impl<const N: usize, const W: usize> Rows<N, W> {
    #[inline(always)]
    pub(super) fn zeros() -> Self {
        Self([[0.0; W]; W])
    }
    #[inline(always)]
    pub(super) fn identity() -> Self {
        let mut m = Self::zeros();
        m.add_identity();
        m
    }
    #[inline(always)]
    pub(super) fn add_identity(&mut self) {
        for i in 0..N {
            self.0[i][i] += 1.0;
        }
    }
    /// From `N²` values in column-major order, scaled.
    #[inline(always)]
    pub(super) fn from_columns(m: &[f64], scale: f64) -> Self {
        let mut out = Self::zeros();
        for (j, column) in m.chunks_exact(N).enumerate() {
            for (i, &x) in column.iter().enumerate() {
                out.0[i][j] = x * scale;
            }
        }
        out
    }
    /// The rows of this matrix are the `N` contiguous groups of `N` values of `m` (the
    /// columns of a column-major matrix), padded.
    #[inline(always)]
    pub(super) fn from_rows_of(m: &[f64]) -> Self {
        let mut out = Self::zeros();
        for (row, group) in out.0.iter_mut().zip(m.chunks_exact(N)) {
            row[..N].copy_from_slice(group);
        }
        out
    }
    /// With `self` holding a matrix `A` by columns (row `k` is column `k` of `A`): the column
    /// `A x scale` for the column `x`, one vectorised update per non-zero entry of `x`.
    #[inline(always)]
    fn combine(&self, x: &[f64], scale: f64) -> [f64; W] {
        let mut out = [0.0f64; W];
        for (&xk, column) in x.iter().zip(&self.0) {
            if xk != 0.0 {
                let weight = xk * scale;
                for (o, &c) in out.iter_mut().zip(column) {
                    *o += weight * c;
                }
            }
        }
        out
    }
    #[inline(always)]
    pub(super) fn matrix(&self) -> SMatrix<f64, N, N> {
        SMatrix::from_fn(|i, j| self.0[i][j])
    }
    #[inline(always)]
    fn scale(&mut self, factor: f64) {
        for row in &mut self.0 {
            for x in row.iter_mut() {
                *x *= factor;
            }
        }
    }
    #[inline(always)]
    fn add_assign(&mut self, other: &Self) {
        for (a, b) in self.0.iter_mut().zip(&other.0) {
            for (x, y) in a.iter_mut().zip(b) {
                *x += y;
            }
        }
    }
    /// The largest magnitude of an entry.
    #[inline(always)]
    fn largest(&self) -> f64 {
        let mut m = [0.0f64; W];
        for row in &self.0 {
            for (m, &x) in m.iter_mut().zip(row) {
                let a = x.abs();
                *m = if a > *m { a } else { *m };
            }
        }
        m.iter().fold(0.0, |a, &b| if b > a { b } else { a })
    }
    /// Writes the `N × N` block in column-major order (its transpose by rows, in blocks).
    #[inline(always)]
    fn write_transposed(&self, out: &mut [f64]) {
        let mut transposed = Self::zeros();
        transpose_blocks(self, &mut transposed, false);
        for (column, row) in out.chunks_exact_mut(N).zip(&transposed.0) {
            column.copy_from_slice(&row[..N]);
        }
    }
    /// Writes the `N × N` block of a symmetric matrix (its rows are its columns).
    #[inline(always)]
    fn write_symmetric(&self, out: &mut [f64]) {
        for (column, row) in out.chunks_exact_mut(N).zip(&self.0) {
            column.copy_from_slice(&row[..N]);
        }
    }
}

/// `out = a + aᵀ` (exactly symmetric: entries `(i, j)` and `(j, i)` are the same sum).
#[inline(always)]
pub(super) fn symmetric_sum<const N: usize, const W: usize>(a: &Rows<N, W>, out: &mut Rows<N, W>) {
    transpose_blocks(a, out, true);
}

/// `out = aᵀ`, or `a + aᵀ` with `add`, by 4 × 4 blocks when `W` is a multiple of four (each
/// block read as four row vectors and rearranged in registers), else entry by entry.
#[inline(always)]
fn transpose_blocks<const N: usize, const W: usize>(a: &Rows<N, W>, out: &mut Rows<N, W>, add: bool) {
    if !W.is_multiple_of(4) {
        for i in 0..W {
            for j in 0..W {
                out.0[i][j] = if add { a.0[i][j] + a.0[j][i] } else { a.0[j][i] };
            }
        }
        return;
    }
    for bi in (0..W).step_by(4) {
        for bj in (0..=bi).step_by(4) {
            // Blocks (bi, bj) and (bj, bi) of the result from blocks (bj, bi) and (bi, bj).
            let (lower, upper) = (block4(a, bi, bj), block4(a, bj, bi));
            let (mut new_lower, mut new_upper) = (transpose4(&upper), transpose4(&lower));
            if add {
                for r in 0..4 {
                    for c in 0..4 {
                        new_lower[r][c] += lower[r][c];
                    }
                }
                new_upper = transpose4(&new_lower);
            }
            for r in 0..4 {
                out.0[bi + r][bj..bj + 4].copy_from_slice(&new_lower[r]);
                out.0[bj + r][bi..bi + 4].copy_from_slice(&new_upper[r]);
            }
        }
    }
}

■ **What to produce**: Recopy all of the records verbatim.

■ **Completed exercise**:
impl<const N: usize, const W: usize> Rows<N, W> {
    #[inline(always)]
    pub(super) fn zeros() -> Self {
        Self([[0.0; W]; W])
    }
    #[inline(always)]
    pub(super) fn identity() -> Self {
        let mut m = Self::zeros();
        m.add_identity();
        m
    }
    #[inline(always)]
    pub(super) fn add_identity(&mut self) {
        for i in 0..N {
            self.0[i][i] += 1.0;
        }
    }
    /// From `N²` values in column-major order, scaled.
    #[inline(always)]
    pub(super) fn from_columns(m: &[f64], scale: f64) -> Self {
        let mut out = Self::zeros();
        for (j, column) in m.chunks_exact(N).enumerate() {
            for (i, &x) in column.iter().enumerate() {
                out.0[i][j] = x * scale;
            }
        }
        out
    }
    /// The rows of this matrix are the `N` contiguous groups of `N` values of `m` (the
    /// columns of a column-major matrix), padded.
    #[inline(always)]
    pub(super) fn from_rows_of(m: &[f64]) -> Self {
        let mut out = Self::zeros();
        for (row, group) in out.0.iter_mut().zip(m.chunks_exact(N)) {
            row[..N].copy_from_slice(group);
        }
        out
    }
    /// With `self` holding a matrix `A` by columns (row `k` is column `k` of `A`): the column
    /// `A x scale` for the column `x`, one vectorised update per non-zero entry of `x`.
    #[inline(always)]
    fn combine(&self, x: &[f64], scale: f64) -> [f64; W] {
        let mut out = [0.0f64; W];
        for (&xk, column) in x.iter().zip(&self.0) {
            if xk != 0.0 {
                let weight = xk * scale;
                for (o, &c) in out.iter_mut().zip(column) {
                    *o += weight * c;
                }
            }
        }
        out
    }
    #[inline(always)]
    pub(super) fn matrix(&self) -> SMatrix<f64, N, N> {
        SMatrix::from_fn(|i, j| self.0[i][j])
    }
    #[inline(always)]
    fn scale(&mut self, factor: f64) {
        for row in &mut self.0 {
            for x in row.iter_mut() {
                *x *= factor;
            }
        }
    }
    #[inline(always)]
    fn add_assign(&mut self, other: &Self) {
        for (a, b) in self.0.iter_mut().zip(&other.0) {
            for (x, y) in a.iter_mut().zip(b) {
                *x += y;
            }
        }
    }
    /// The largest magnitude of an entry.
    #[inline(always)]
    fn largest(&self) -> f64 {
        let mut m = [0.0f64; W];
        for row in &self.0 {
            for (m, &x) in m.iter_mut().zip(row) {
                let a = x.abs();
                *m = if a > *m { a } else { *m };
            }
        }
        m.iter().fold(0.0, |a, &b| if b > a { b } else { a })
    }
    /// Writes the `N × N` block in column-major order (its transpose by rows, in blocks).
    #[inline(always)]
    fn write_transposed(&self, out: &mut [f64]) {
        let mut transposed = Self::zeros();
        transpose_blocks(self, &mut transposed, false);
        for (column, row) in out.chunks_exact_mut(N).zip(&transposed.0) {
            column.copy_from_slice(&row[..N]);
        }
    }
    /// Writes the `N × N` block of a symmetric matrix (its rows are its columns).
    #[inline(always)]
    fn write_symmetric(&self, out: &mut [f64]) {
        for (column, row) in out.chunks_exact_mut(N).zip(&self.0) {
            column.copy_from_slice(&row[..N]);
        }
    }
}

/// `out = a + aᵀ` (exactly symmetric: entries `(i, j)` and `(j, i)` are the same sum).
#[inline(always)]
pub(super) fn symmetric_sum<const N: usize, const W: usize>(a: &Rows<N, W>, out: &mut Rows<N, W>) {
    transpose_blocks(a, out, true);
}

/// `out = aᵀ`, or `a + aᵀ` with `add`, by 4 × 4 blocks when `W` is a multiple of four (each
/// block read as four row vectors and rearranged in registers), else entry by entry.
#[inline(always)]
fn transpose_blocks<const N: usize, const W: usize>(a: &Rows<N, W>, out: &mut Rows<N, W>, add: bool) {
    if !W.is_multiple_of(4) {
        for i in 0..W {
            for j in 0..W {
                out.0[i][j] = if add { a.0[i][j] + a.0[j][i] } else { a.0[j][i] };
            }
        }
        return;
    }
    for bi in (0..W).step_by(4) {
        for bj in (0..=bi).step_by(4) {
            // Blocks (bi, bj) and (bj, bi) of the result from blocks (bj, bi) and (bi, bj).
            let (lower, upper) = (block4(a, bi, bj), block4(a, bj, bi));
            let (mut new_lower, mut new_upper) = (transpose4(&upper), transpose4(&lower));
            if add {
                for r in 0..4 {
                    for c in 0..4 {
                        new_lower[r][c] += lower[r][c];
                    }
                }
                new_upper = transpose4(&new_lower);
            }
            for r in 0..4 {
                out.0[bi + r][bj..bj + 4].copy_from_slice(&new_lower[r]);
                out.0[bj + r][bi..bi + 4].copy_from_slice(&new_upper[r]);
            }
        }
    }
}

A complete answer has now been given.